One approach for reducing measurement spot sizes in ellipsometers is to use high numerical aperture lenses to perform measurement spot imaging. This is described, for example, in U.S. Pat. No. 5,596,411 (incorporated in this document by reference). The use of the high numerical aperture lens increases the accuracy with which the measurement spot may be imaged. The high numerical lens also creates a spread of angles of incidence all converging on a relatively small illumination spot. For some applications, the multiple angle of incidence approach provides an enhanced ability to deduce properties of the sample being analyzed. At the same time, the use of multiple angles of incidence increases the difficulty (i.e., computational complexity) of interpreting the resulting measurements.
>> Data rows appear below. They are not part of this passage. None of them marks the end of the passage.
# From which relative difference one chi2 counts as lower than the other.
LOWER = 1e-6
# Two programs' chi2 of the same parameters: rounding alone, with models that cancel to 1e-10 of their terms.
SAME = 1e-9
# What --bars asks for: how much faster in all, and the share of pairs in which scipy may be lower.
LEAST_RATIO = 300.0
MOST_WORSE = 1e-3
# Pairs that one side fits before it is the other's turn.
BLOCK = 20


class Pair:
    """Spectra and noise of one pair."""

    def __init__(self, folder, files, truth):
        contents = [(folder / files[column]).read_bytes() for column in ("thick_file", "thin_file")]
        self.id = files["id"]
        self.noise = [float(truth["noise_thick_k"]), float(truth["noise_thin_k"])]
        digest = hashlib.sha256()
        for content, noise in zip(contents, self.noise):
            digest.update(content)
            digest.update(f"\n{noise!r}\n".encode())
        self.checksum = digest.hexdigest()
        (self.v_thick, self.thick), (self.v_thin, self.thin) = [channels(content) for content in contents]
        rest_ghz = float(re.search(rb"# line: .*, ([0-9.]+) GHz", contents[0]).group(1))
        self.photon_k = KELVIN_PER_GHZ * rest_ghz
        self.background = self.radiation(T_BACKGROUND_K)

    def radiation(self, temperature_k):
        """J(T), K."""
        return self.photon_k / math.expm1(self.photon_k / temperature_k)

    def temperature(self, radiation_k):
        """T of a J, K."""
        return self.photon_k / math.log1p(self.photon_k / radiation_k)

    def middle_km_s(self):
        return 0.5 * (self.v_thick[0] + self.v_thick[-1])


def channels(content):
    start = content.index(b"velocity_km_s,tmb_k\n") + len(b"velocity_km_s,tmb_k\n")
    values = np.array(content[start:].replace(b"\n", b",").rstrip(b",").split(b","), dtype=float)
    return values[0::2].copy(), values[1::2].copy()


def two_layer(pair, v_lsr, sigma, v_in, tau, t_front, t_rear):
    scale = -0.5 / (sigma * sigma)
    offset = pair.v_thick - v_lsr
    front = offset - v_in
    rear = offset + v_in
    through_front = np.exp(-tau * np.exp(scale * front * front))
    through_rear = np.exp(-tau * np.exp(scale * rear * rear))
    j_front, j_rear = pair.radiation(t_front), pair.radiation(t_rear)
    # J_f (1 - e_f) + J_r (1 - e_r) e_f - J_bg (1 - e_r e_f), by powers of e_f
    return (j_front - pair.background) + through_front * (
        (j_rear - j_front) - (j_rear - pair.background) * through_rear)


def hill(pair, v_lsr, sigma, v_in, tau, t_peak):
    scale = -0.5 / (sigma * sigma)
    offset = pair.v_thick - v_lsr
    front = offset - v_in
    rear = offset + v_in
    # far from the line exp underflows: (1 - e^-x)/x is 1 there
    tau_front = np.maximum(tau * np.exp(scale * front * front), 1e-300)
    tau_rear = np.maximum(tau * np.exp(scale * rear * rear), 1e-300)
    less_front = np.expm1(-tau_front)
    less_rear = np.expm1(-tau_rear)
    height = pair.radiation(t_peak) - pair.background
    return height * ((1.0 + less_front) * less_rear / tau_rear - less_front / tau_front)


PROFILES = {"two-layer": two_layer, "hill": hill}


def residuals(pair, profile):
    """Residuals over noise, thick line first, as a function of the parameters."""
    channels_thick = len(pair.thick)
    scales = 1.0 / pair.noise[0], 1.0 / pair.noise[1]

    def of(parameters):
        *thick, peak_thin = parameters.tolist()
        v_lsr, sigma = thick[0], thick[1]
        result = np.empty(channels_thick + len(pair.thin))
        result[:channels_thick] = (profile(pair, *thick) - pair.thick) * scales[0]
        offset = pair.v_thin - v_lsr
        thin = peak_thin * np.exp((-0.5 / (sigma * sigma)) * offset * offset)
        result[channels_thick:] = (thin - pair.thin) * scales[1]
        return result

    return of


def bounds_of(pair, model):
    bounds = {**BOUNDS_OF_BOTH, **BOUNDS[model]}
    middle = pair.middle_km_s()
    low, high = zip(*(bounds[name] for name in MODELS[model]))
    low, high = np.array(low), np.array(high)
    low[0] += middle
    high[0] += middle
    return low, high


def fit_thin(pair):
    """Velocity, dispersion and peak of a Gaussian: brightest of a few smoothed channels, then least squares."""
    width = (pair.v_thin[-1] - pair.v_thin[0]) / (len(pair.v_thin) - 1)
    smooth = np.convolve(pair.thin, np.full(7, 1 / 7), mode="same")
    brightest = int(np.argmax(smooth))
    peak = max(float(smooth[brightest]), pair.noise[1])
    # integral over peak: sqrt(2 pi) sigma
    near = pair.thin[max(0, brightest - 25):brightest + 26]
    sigma = min(max(float(near.sum()) * width / peak / math.sqrt(2.0 * math.pi), 0.16), 3.9)

    def of(parameters):
        v, sigma, peak = parameters.tolist()
        offset = pair.v_thin - v
        return (peak * np.exp((-0.5 / (sigma * sigma)) * offset * offset) - pair.thin) / pair.noise[1]

    middle = pair.middle_km_s()
    low, high = np.array([middle - 3.0, 0.15, 0.0]), np.array([middle + 3.0, 4.0, 100.0])
    start = np.array([pair.v_thin[brightest], sigma, peak])
    return least_squares(of, inside(start, low, high), bounds=(low, high), method="trf", x_scale="jac").x


def inside(start, low, high):
    margin = 1e-3 * (high - low)
    return np.clip(start, low + margin, high - margin)


def starts(pair, model, thin):
    v_lsr, sigma, peak_thin = (float(value) for value in thin)
    bright_k = pair.temperature(max(float(pair.thick.max()), 0.1) + pair.background)
    # the peak is what is left behind the absorbing front
    temperatures = {"two-layer": [0.6 * bright_k, 1.2 * bright_k], "hill": [1.5 * bright_k]}[model]
    low, high = bounds_of(pair, model)
    for speed in START_SPEEDS_SIGMAS:
        for depth in START_DEPTHS:
            start = np.array([v_lsr, sigma, speed * sigma, depth, *temperatures, peak_thin])
            yield inside(start, low, high)


def fit_by_scipy(pair):
    """Both models' best minima of ten starts, and the processor time of all of it."""
    began = time.process_time()
    thin = fit_thin(pair)
    thin_seconds = time.process_time() - began
    results = []
    for model, profile in PROFILES.items():
        began = time.process_time()
        of = residuals(pair, profile)
        bounds = bounds_of(pair, model)
        best, evaluations = None, 0
        for start in starts(pair, model, thin):
            found = least_squares(of, start, bounds=bounds, method="trf", x_scale="jac")
            # without those of the Jacobian
            evaluations += found.nfev
            if best is None or found.cost < best.cost:
                best = found
        seconds = time.process_time() - began
        results.append({"pair": pair.checksum, "id": pair.id, "model": model, "chi2": 2.0 * float(best.cost),
                        "parameters": dict(zip(MODELS[model], best.x.tolist())), "seconds": seconds,
                        "thin_seconds": thin_seconds, "evaluations": evaluations})
    return results


class Inrush:
    """The example that fits pairs named on its standard input."""

    def __init__(self, program, sample):
        self.process = subprocess.Popen([program, sample], stdin=subprocess.PIPE, stdout=subprocess.PIPE, text=True)

    def fit(self, pairs):
        self.process.stdin.write(" ".join(pair.id for pair in pairs) + "\n")
        self.process.stdin.flush()
        results = []
        for pair in pairs:
            for model in MODELS:
                line = self.process.stdout.readline()
                if not line:
                    sys.exit("error: fit_sample ended early")
                result = json.loads(line)
                assert (result["id"], result["model"]) == (pair.id, model), f"unexpected result {line}"
                self.check(pair, result)
                results.append(result)
        return results

    @staticmethod
    def check(pair, result):
        names = MODELS[result["model"]]
        values = np.array([result["parameters"][name] for name in names])
        low, high = bounds_of(pair, result["model"])
        assert (values >= low - 1e-9).all() and (values <= high + 1e-9).all(), f"outside of the bounds: {result}"
        again = float(np.square(residuals(pair, PROFILES[result["model"]])(values)).sum())
        assert abs(again / result["chi2"] - 1.0) < SAME, f"chi2 is {again!r} by this script: {result}"

    def close(self):
        self.process.stdin.close()
        self.process.wait()


class Results:
    """What scipy found, kept in a file where there is one."""

    def __init__(self, path):
        self.path = path
        self.found = {}
        if path and path.exists():
            for line in path.read_text().splitlines():
                try:
                    result = json.loads(line)
                except json.JSONDecodeError:
                    continue  # a line that a killed run left half written
                self.found[result["pair"], result["model"]] = result

    def of(self, pair):
        """Results of a pair, where both models' are there."""
        results = [self.found.get((pair.checksum, model)) for model in MODELS]
        return results if all(results) else None

    def keep(self, results):
        for result in results:
            self.found[result["pair"], result["model"]] = result
        if self.path:
            with self.path.open("a") as file:
                file.writelines(json.dumps(result) + "\n" for result in results)


def read_pairs(folder, count):
    def table(name):
        with (folder / name).open(newline="") as file:
            return list(csv.DictReader(file))

    rows = list(zip(table("sample.csv"), table("truth.csv")))
    if count is not None:
        if count > len(rows):
            sys.exit(f"error: {len(rows)} pairs in {folder}, expected at least {count}")
        rows = rows[:count]
    for files, truth in rows:
        assert files["id"] == truth["id"], f"{files['id']} beside {truth['id']}"
        yield Pair(folder, files, truth)


def blocks(pairs):
    block = []
    for pair in pairs:
        block.append(pair)
        if len(block) == BLOCK:
            yield block
            block = []
    if block:
        yield block


def race(pairs, inrush, kept, pool):
    """Results of both for every pair; whether all of scipy's times are of this run."""
    compared, fresh = [], True
    for block in blocks(pairs):
        ours = inrush.fit(block) if inrush else [None] * (len(MODELS) * len(block))
        missing = [pair for pair in block if kept.of(pair) is None]
        fresh = fresh and len(missing) == len(block)
        for results in pool.imap(fit_by_scipy, missing) if pool else map(fit_by_scipy, missing):
            kept.keep(results)
        theirs = [result for pair in block for result in kept.of(pair)]
        compared.extend(zip(ours, theirs))
        if sys.stderr.isatty():
            print(f"\r{len(compared) // len(MODELS)} pairs", end="", file=sys.stderr)
    if sys.stderr.isatty():
        print(file=sys.stderr)
    return compared, fresh


def seconds_a_pair(results):
    """Time of both models and of the thin line for each pair."""
    count = len(MODELS)
    return [sum(result["seconds"] for result in results[first:first + count]) + results[first]["thin_seconds"]
            for first in range(0, len(results), count)]


def summary(compared, fresh):
    ours, theirs = [our for our, _ in compared], [their for _, their in compared]
    times, scipy_times = seconds_a_pair(ours), seconds_a_pair(theirs)
    relative = [our["chi2"] / their["chi2"] - 1.0 for our, their in compared]
    worse = [(our, their) for (our, their), excess in zip(compared, relative) if excess > LOWER]
    return {
        "pairs": len(times),
        "scipy": scipy.__version__,
        "numpy": np.__version__,
        "times_of_one_run": fresh,
        "inrush_ms_a_pair": {"median": 1e3 * statistics.median(times), "mean": 1e3 * statistics.fmean(times)},
        "scipy_ms_a_pair": {"median": 1e3 * statistics.median(scipy_times), "mean": 1e3 * statistics.fmean(scipy_times)},
        "ratio": {"median": statistics.median(b / a for a, b in zip(times, scipy_times)),
                  "total": sum(scipy_times) / sum(times)},
        "models": {
            model: {
                "inrush_lower": sum(excess < -LOWER for excess, our in zip(relative, ours) if our["model"] == model),
                "same": sum(abs(excess) <= LOWER for excess, our in zip(relative, ours) if our["model"] == model),
                "scipy_lower": sum(excess > LOWER for excess, our in zip(relative, ours) if our["model"] == model),
                "inrush_ms": 1e3 * statistics.median(our["seconds"] for our in ours if our["model"] == model),
                "scipy_ms": 1e3 * statistics.median(their["seconds"] for their in theirs if their["model"] == model),
            }
            for model in MODELS
        },
        "pairs_inrush_worse": len({our["id"] for our, _ in worse}),
        "worse": [{"id": our["id"], "model": our["model"], "relative": our["chi2"] / their["chi2"] - 1.0,
                   "inrush_chi2": our["chi2"], "scipy_chi2": their["chi2"],
                   "inrush": our["parameters"], "scipy": their["parameters"]} for our, their in worse],
    }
In some cases, this can make this particular approach impractical.
A second approach for reducing measurement spot sizes in ellipsometers is described in U.S. patent application Ser. No. 10/319,189, filed Mar. 13, 2002 (incorporated in this document by reference). For this approach, a shallow (or near normal) angle of incidence is used to produce a relatively small measurement spot size. In combination with the shallow angle of incidence, a rotating compensator is used to impart a wavelength dependent phase delay to the probe beam. A detector translates the reflected probe beam into a signal that includes DC, 2ω and 4ω signal components (where ω is the angular velocity of the rotating compensator). A processor analyzes the signal using the DC, 2ω and 4ω components. The use of the DC component allows thin film characteristics to be accurately analyzed without the need for larger angles of incidence. At the same time, the use of normal or near normal incidence has a tendency to reduce or eliminate the distinction between p and s polarized light and may make this approach unsuitable for some applications.
Based on the preceding description, it is clear that there is a continual need to produce ellipsometers that operate using smaller and smaller measurement spots. This need is particularly true for semiconductor manufacturing where structure sizes continue to decrease.